Whether the jobs being produced are the "right" sort of jobs matters little. What matters is that jobs are being produced at all.

"Companies are also not shedding staff as they have done in previous recessions, partly because they believe that better times will come, and they know that sacking too many people could mean expensive rehiring down the road. In return for this forbearance, since 2008 employees have been accepting zero or small pay increases. This will be a familiar tale to most workers," Mr Shaw added.

It means older workers are keeping their jobs in higher numbers than during previous recessions, which saw the private and particularly the public sector lose more experienced staff. But youth unemployment – the scourge of many Western economies – remains stubbornly high, as over a million 18 to 24-year-olds out are of work.

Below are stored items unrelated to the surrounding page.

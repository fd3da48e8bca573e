package org.sunder.stitching.solve;

import static org.junit.jupiter.api.Assertions.assertEquals;
import static org.junit.jupiter.api.Assertions.assertTrue;

import java.util.ArrayList;
import java.util.List;
import java.util.Random;
import org.junit.jupiter.api.Test;
import org.sunder.blockwise.graph.EdgeStatistics;
import org.sunder.blockwise.grid.IdLayout;
import org.sunder.stitching.task.SeamEdges;

class SolveDecisionsTest {
  private static final IdLayout LAYOUT = new IdLayout(20);

  @Test
  void theLeastSupportedJoinAndCutComeFirst() {
    // block 0 local 1, 2; block 1 local 1, 2. Final ids: 0:1 and 1:1 joined (id 1), others apart
    FinalIdMap map = new FinalIdMap(LAYOUT, new long[][] {{0, 1, 2}, {0, 1, 3}}, 3);
    long a1 = LAYOUT.provisional(0, 1);
    long a2 = LAYOUT.provisional(0, 2);
    long b1 = LAYOUT.provisional(1, 1);
    long b2 = LAYOUT.provisional(1, 2);
    EdgeStatistics.Accumulator acc = new EdgeStatistics.Accumulator(4);
    acc.add(a1, b1, 20 * 0.1, 20, 0.1, 0.1);    // join with mean 0.1: weak
    acc.add(a2, b2, 10 * -2.0, 10, -2, -2);     // cut with mean -2: strong
    acc.add(a2, b1, 8 * 0.5, 8, 0.5, 0.5);      // cut against attraction: margin -0.5
    acc.add(a1, b2, 2 * 3.0, 2, 3, 3);          // grazing: below 4 edges, left out
    List<SolveDecision> d = SolveDecisions.leastCertain(
        List.of(new SeamEdges(7, acc.build())), map::apply, 5, 4);
    assertEquals(3, d.size());
    assertEquals(false, d.get(0).joined());
    assertEquals(-0.5, d.get(0).margin(), 1e-12);
    assertEquals(true, d.get(1).joined());
    assertEquals(0.1, d.get(1).margin(), 1e-12);
    assertEquals(7, d.get(1).face());
    assertEquals(1, d.get(1).finalA());
    assertEquals(2.0, d.get(2).margin(), 1e-12);
  }

  @Test
  void randomSeamsKeepAtMostPerKindSortedAndTellJoinsByFinalIds() {
    Random random = new Random(13);
    int blocks = 6;
    int locals = 30;
    long[][] ids = new long[blocks][locals + 1];
    for (int b = 0; b < blocks; b++) {
      for (int k = 1; k <= locals; k++) {
        ids[b][k] = 1 + random.nextInt(40);
      }
    }
    FinalIdMap map = new FinalIdMap(LAYOUT, ids, 40);
    List<SeamEdges> seams = new ArrayList<>();
    for (int f = 0; f < 5; f++) {
      EdgeStatistics.Accumulator acc = new EdgeStatistics.Accumulator(64);
      for (int e = 0; e < 60; e++) {
        long u = LAYOUT.provisional(f, 1 + random.nextInt(locals));
        long v = LAYOUT.provisional(f + 1, 1 + random.nextInt(locals));
        double w = random.nextGaussian();
        acc.add(u, v, w, 1 + random.nextInt(9), w, w);
      }
      seams.add(new SeamEdges(f, acc.build()));
    }
    List<SolveDecision> d = SolveDecisions.leastCertain(seams, map::apply, 6, 3);
    List<SolveDecision> all = SolveDecisions.leastCertain(seams, map::apply, Integer.MAX_VALUE, 3);
    for (boolean joined : new boolean[] {true, false}) {
      List<SolveDecision> kind = all.stream().filter(x -> x.joined() == joined).toList();
      assertEquals(kind.subList(0, Math.min(6, kind.size())),
          d.stream().filter(x -> x.joined() == joined).toList());
    }
    assertTrue(d.stream().filter(SolveDecision::joined).count() <= 6);
    assertTrue(d.stream().filter(x -> !x.joined()).count() <= 6);
    assertEquals(d.size(), d.stream().map(x -> List.of(Math.min(x.finalA(), x.finalB()),
        Math.max(x.finalA(), x.finalB()))).distinct().count(), "one decision per final pair");
    for (int i = 0; i < d.size(); i++) {
      SolveDecision x = d.get(i);
      assertEquals(x.joined(), map.apply(x.provisionalA()) == map.apply(x.provisionalB()));
      assertTrue(x.voxelEdges() >= 3);
      if (i > 0) {
        assertTrue(d.get(i - 1).margin() <= x.margin());
      }
    }
  }
}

"This is where the danger lies. If you don't bring younger staff into the workplace then it erodes the skill base and productivity over the long term."

But it's not as simple, as some have suggested, that older workers are in effect bed-blocking the younger generation: "Younger and older workers occupy different places in the labour market, and you can't simply replace one with another and solve youth unemployment," Mr Shaw said.

And the recent rise in self-employed, part-time roles is itself temporary. For one, the end of the Olympics will bring thousands of lay-offs – this is no phantom recession, just a little more difficult to pin down.